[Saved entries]
----

//! Overlap reduction functions: the inter-pulsar correlation patterns of a common signal.

use crate::sky::{cos_angle, Direction};

/// Hellings-Downs correlation of two distinct pulsars (Hellings & Downs 1983, ApJ 265, L39):
/// with x = (1 - cos zeta)/2, G = 1/2 - x/4 + (3/2) x ln x. Without the pulsar term, so
/// G -> 1/2 as zeta -> 0; the auto-correlation (with the pulsar term) is 1.
pub fn hellings_downs(cos_zeta: f64) -> f64 {
    let x = (1.0 - cos_zeta.clamp(-1.0, 1.0)) / 2.0;
    let xlnx = if x > 0.0 { x * x.ln() } else { 0.0 };
    0.5 - x / 4.0 + 1.5 * xlnx
}

/// Monopole: a clock error common to all pulsars, G = 1.
pub fn monopole(_cos_zeta: f64) -> f64 {
    1.0
}

/// Dipole: an error in the solar-system ephemeris, G = cos zeta.
pub fn dipole(cos_zeta: f64) -> f64 {
    cos_zeta
}

/// The correlation patterns compared against the data.
#[derive(
    Clone, Copy, Debug, PartialEq, Eq, PartialOrd, Ord, Hash, serde::Serialize, serde::Deserialize,
)]
#[serde(rename_all = "lowercase")]
pub enum Pattern {
    /// Hellings-Downs quadrupole of a gravitational-wave background.
    Hd,
    /// Monopole (clock errors).
    Monopole,
    /// Dipole (ephemeris errors).
    Dipole,
}

impl Pattern {
    /// All patterns in their reporting order.
    pub const ALL: [Pattern; 3] = [Pattern::Hd, Pattern::Monopole, Pattern::Dipole];

    /// The pattern's value for two distinct pulsars at `cos_zeta`.
    pub fn value(self, cos_zeta: f64) -> f64 {
        match self {
            Pattern::Hd => hellings_downs(cos_zeta),
            Pattern::Monopole => monopole(cos_zeta),
            Pattern::Dipole => dipole(cos_zeta),
        }
    }

    /// Short name used in files and on the command line.
    pub fn name(self) -> &'static str {
        match self {
            Pattern::Hd => "hd",
            Pattern::Monopole => "monopole",
            Pattern::Dipole => "dipole",
        }
    }

    /// Parse a short name.
    pub fn from_name(s: &str) -> Option<Pattern> {
        Pattern::ALL.into_iter().find(|p| p.name() == s)
    }
}

/// Pattern values for every pair a < b (row-major pair order) of a set of directions.
pub fn pattern_for_pairs(pattern: Pattern, directions: &[Direction]) -> Vec<f64> {
    let n = directions.len();
    let mut out = Vec::with_capacity(n * n.saturating_sub(1) / 2);
    for a in 0..n {
        for b in a + 1..n {
            out.push(pattern.value(cos_angle(&directions[a], &directions[b])));
        }
    }
    out
}

/// The full N x N correlation matrix of a pattern with unit diagonal (the auto-correlation with
/// the pulsar term, Hellings & Downs 1983), row-major.
pub fn pattern_matrix(pattern: Pattern, directions: &[Direction]) -> Vec<f64> {
    let n = directions.len();
    let mut m = vec![0.0; n * n];
    for a in 0..n {
        m[a * n + a] = 1.0;
        for b in a + 1..n {
            let g = pattern.value(cos_angle(&directions[a], &directions[b]));
            m[a * n + b] = g;
            m[b * n + a] = g;
        }
    }
    m
}

#[cfg(test)]
mod tests {
    use super::hellings_downs;

    /// Closed-form values of G(zeta) = 1/2 - x/4 + (3/2) x ln x, x = (1 - cos zeta)/2
    /// (Hellings & Downs 1983), worked by hand; tolerances are a few ulps of the values or the
    /// grid step of the minimum search.
    #[test]
    fn hellings_downs_known_values() {
        assert_eq!(hellings_downs(1.0), 0.5);
        // zeta = 180 deg: x = 1, G = 1/2 - 1/4.
        assert!((hellings_downs(-1.0) - 0.25).abs() < 1e-15);
        // zeta = 90 deg: x = 1/2, G = 3/8 + (3/4) ln(1/2) = -0.1448603...
        assert!((hellings_downs(0.0) + 0.144_860_385_3).abs() < 1e-9);
        // Continuous at zeta -> 0.
        assert!((hellings_downs(1.0 - 1e-12) - 0.5).abs() < 1e-9);
        // dG/dx = 0 at x = exp(-5/6): zeta = 82.5 deg, G = -0.151897...; a 0.1 deg grid.
        let (mut best, mut at) = (1.0, 0.0);
        for i in 0..=1800 {
            let z = i as f64 / 10.0;
            let g = hellings_downs(z.to_radians().cos());
            if g < best {
                best = g;
                at = z;
            }
        }
        assert!((at - 82.5).abs() < 0.5, "minimum at {at}");
        assert!((best + 0.151_897).abs() < 1e-5, "minimum {best}");
    }
}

----

The lines above starting at the one that contains "pub fn monopole(_cos_zeta: f64)" and ending at the one that contains "(the auto-correlation with" must be transcribed exactly, and no other lines may appear.

pub fn monopole(_cos_zeta: f64) -> f64 {
    1.0
}

/// Dipole: an error in the solar-system ephemeris, G = cos zeta.
pub fn dipole(cos_zeta: f64) -> f64 {
    cos_zeta
}

/// The correlation patterns compared against the data.
#[derive(
    Clone, Copy, Debug, PartialEq, Eq, PartialOrd, Ord, Hash, serde::Serialize, serde::Deserialize,
)]
#[serde(rename_all = "lowercase")]
pub enum Pattern {
    /// Hellings-Downs quadrupole of a gravitational-wave background.
    Hd,
    /// Monopole (clock errors).
    Monopole,
    /// Dipole (ephemeris errors).
    Dipole,
}

impl Pattern {
    /// All patterns in their reporting order.
    pub const ALL: [Pattern; 3] = [Pattern::Hd, Pattern::Monopole, Pattern::Dipole];

    /// The pattern's value for two distinct pulsars at `cos_zeta`.
    pub fn value(self, cos_zeta: f64) -> f64 {
        match self {
            Pattern::Hd => hellings_downs(cos_zeta),
            Pattern::Monopole => monopole(cos_zeta),
            Pattern::Dipole => dipole(cos_zeta),
        }
    }

    /// Short name used in files and on the command line.
    pub fn name(self) -> &'static str {
        match self {
            Pattern::Hd => "hd",
            Pattern::Monopole => "monopole",
            Pattern::Dipole => "dipole",
        }
    }

    /// Parse a short name.
    pub fn from_name(s: &str) -> Option<Pattern> {
        Pattern::ALL.into_iter().find(|p| p.name() == s)
    }
}

/// Pattern values for every pair a < b (row-major pair order) of a set of directions.
pub fn pattern_for_pairs(pattern: Pattern, directions: &[Direction]) -> Vec<f64> {
    let n = directions.len();
    let mut out = Vec::with_capacity(n * n.saturating_sub(1) / 2);
    for a in 0..n {
        for b in a + 1..n {
            out.push(pattern.value(cos_angle(&directions[a], &directions[b])));
        }
    }
    out
}

/// The full N x N correlation matrix of a pattern with unit diagonal (the auto-correlation with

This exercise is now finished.